Records contained in a dataset
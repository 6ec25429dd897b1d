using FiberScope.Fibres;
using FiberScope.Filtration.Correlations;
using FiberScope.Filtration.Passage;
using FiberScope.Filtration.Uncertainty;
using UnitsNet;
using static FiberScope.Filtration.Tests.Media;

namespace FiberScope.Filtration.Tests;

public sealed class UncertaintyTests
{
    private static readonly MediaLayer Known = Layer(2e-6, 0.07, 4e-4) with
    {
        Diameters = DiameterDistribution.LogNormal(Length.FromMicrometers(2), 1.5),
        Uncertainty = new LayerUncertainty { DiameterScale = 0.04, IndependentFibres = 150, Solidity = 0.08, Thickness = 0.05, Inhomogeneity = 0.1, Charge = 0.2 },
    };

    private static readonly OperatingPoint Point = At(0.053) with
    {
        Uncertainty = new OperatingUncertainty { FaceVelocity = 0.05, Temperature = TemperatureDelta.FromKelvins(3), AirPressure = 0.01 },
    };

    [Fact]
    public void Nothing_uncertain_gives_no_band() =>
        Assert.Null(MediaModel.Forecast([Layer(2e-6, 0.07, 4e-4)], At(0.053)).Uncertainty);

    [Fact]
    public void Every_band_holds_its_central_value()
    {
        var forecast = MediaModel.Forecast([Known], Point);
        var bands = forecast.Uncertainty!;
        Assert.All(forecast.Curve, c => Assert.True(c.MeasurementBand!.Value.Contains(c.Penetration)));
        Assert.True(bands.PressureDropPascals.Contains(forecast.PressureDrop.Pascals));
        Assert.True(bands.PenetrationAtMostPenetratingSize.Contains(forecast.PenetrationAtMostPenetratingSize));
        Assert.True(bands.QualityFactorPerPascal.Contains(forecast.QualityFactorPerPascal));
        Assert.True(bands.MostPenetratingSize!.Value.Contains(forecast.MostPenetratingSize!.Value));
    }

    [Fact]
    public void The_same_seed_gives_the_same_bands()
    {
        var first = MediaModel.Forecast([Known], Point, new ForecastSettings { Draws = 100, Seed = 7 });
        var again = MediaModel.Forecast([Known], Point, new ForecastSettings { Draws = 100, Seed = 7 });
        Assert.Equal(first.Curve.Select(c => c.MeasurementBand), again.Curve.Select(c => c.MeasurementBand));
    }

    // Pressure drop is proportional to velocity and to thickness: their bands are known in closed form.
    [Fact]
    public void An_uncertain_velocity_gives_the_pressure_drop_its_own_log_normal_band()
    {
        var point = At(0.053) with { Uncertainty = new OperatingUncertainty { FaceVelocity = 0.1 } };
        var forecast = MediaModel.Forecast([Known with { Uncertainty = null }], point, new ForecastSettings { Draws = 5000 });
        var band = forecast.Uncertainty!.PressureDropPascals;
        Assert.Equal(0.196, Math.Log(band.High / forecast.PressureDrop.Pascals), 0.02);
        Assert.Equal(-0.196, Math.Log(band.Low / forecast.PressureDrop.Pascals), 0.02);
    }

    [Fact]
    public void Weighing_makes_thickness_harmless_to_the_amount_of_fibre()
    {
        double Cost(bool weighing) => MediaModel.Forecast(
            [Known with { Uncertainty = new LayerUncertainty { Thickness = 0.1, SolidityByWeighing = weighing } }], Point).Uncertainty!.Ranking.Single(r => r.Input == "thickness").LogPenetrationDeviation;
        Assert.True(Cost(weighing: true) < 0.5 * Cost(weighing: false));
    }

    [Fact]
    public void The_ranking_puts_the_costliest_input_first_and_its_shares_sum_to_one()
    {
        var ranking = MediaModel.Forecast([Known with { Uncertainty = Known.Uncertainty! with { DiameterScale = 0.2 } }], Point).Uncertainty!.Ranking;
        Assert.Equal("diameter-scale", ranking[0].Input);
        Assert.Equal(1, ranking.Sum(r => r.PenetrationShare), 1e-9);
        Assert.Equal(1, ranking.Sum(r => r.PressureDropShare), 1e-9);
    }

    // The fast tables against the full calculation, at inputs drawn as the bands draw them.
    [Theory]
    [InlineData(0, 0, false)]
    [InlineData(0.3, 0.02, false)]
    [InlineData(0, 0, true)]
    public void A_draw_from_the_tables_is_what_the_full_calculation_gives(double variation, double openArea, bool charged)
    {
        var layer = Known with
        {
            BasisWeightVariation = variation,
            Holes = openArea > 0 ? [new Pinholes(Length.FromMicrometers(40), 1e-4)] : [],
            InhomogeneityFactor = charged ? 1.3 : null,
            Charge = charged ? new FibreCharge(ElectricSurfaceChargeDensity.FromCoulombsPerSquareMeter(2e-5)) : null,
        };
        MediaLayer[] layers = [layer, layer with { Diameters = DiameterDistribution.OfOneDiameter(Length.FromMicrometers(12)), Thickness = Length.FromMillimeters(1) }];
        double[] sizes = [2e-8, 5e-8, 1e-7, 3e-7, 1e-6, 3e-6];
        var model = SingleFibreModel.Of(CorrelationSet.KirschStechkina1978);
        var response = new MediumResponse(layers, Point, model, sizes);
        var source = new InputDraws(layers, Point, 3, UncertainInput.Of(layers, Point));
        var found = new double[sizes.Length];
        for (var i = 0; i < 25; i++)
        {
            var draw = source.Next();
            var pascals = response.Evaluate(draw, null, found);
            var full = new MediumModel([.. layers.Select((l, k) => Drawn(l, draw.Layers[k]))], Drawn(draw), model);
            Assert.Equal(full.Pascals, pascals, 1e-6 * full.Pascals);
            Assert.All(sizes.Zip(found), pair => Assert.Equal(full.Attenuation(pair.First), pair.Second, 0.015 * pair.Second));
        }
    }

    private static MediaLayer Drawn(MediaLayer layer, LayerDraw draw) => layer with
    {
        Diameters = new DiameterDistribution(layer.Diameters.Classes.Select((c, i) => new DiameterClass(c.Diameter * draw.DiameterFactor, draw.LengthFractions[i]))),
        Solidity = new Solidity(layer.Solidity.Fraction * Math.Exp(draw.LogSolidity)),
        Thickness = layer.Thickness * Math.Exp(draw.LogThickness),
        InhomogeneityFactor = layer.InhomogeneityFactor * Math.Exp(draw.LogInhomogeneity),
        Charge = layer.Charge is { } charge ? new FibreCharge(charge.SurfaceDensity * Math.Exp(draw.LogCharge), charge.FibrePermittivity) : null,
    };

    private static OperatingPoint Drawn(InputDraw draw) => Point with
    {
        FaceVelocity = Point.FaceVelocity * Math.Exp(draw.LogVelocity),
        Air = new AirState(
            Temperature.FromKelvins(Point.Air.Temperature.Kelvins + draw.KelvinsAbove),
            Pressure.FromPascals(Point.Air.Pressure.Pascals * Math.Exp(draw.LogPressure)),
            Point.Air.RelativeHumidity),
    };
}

About this exercise ->
Within the entries, find all lines that contain "void" and copy each one.

Answer to this problem ->
    public void Nothing_uncertain_gives_no_band() =>
    public void Every_band_holds_its_central_value()
    public void The_same_seed_gives_the_same_bands()
    public void An_uncertain_velocity_gives_the_pressure_drop_its_own_log_normal_band()
    public void Weighing_makes_thickness_harmless_to_the_amount_of_fibre()
    public void The_ranking_puts_the_costliest_input_first_and_its_shares_sum_to_one()
    public void A_draw_from_the_tables_is_what_the_full_calculation_gives(double variation, double openArea, bool charged)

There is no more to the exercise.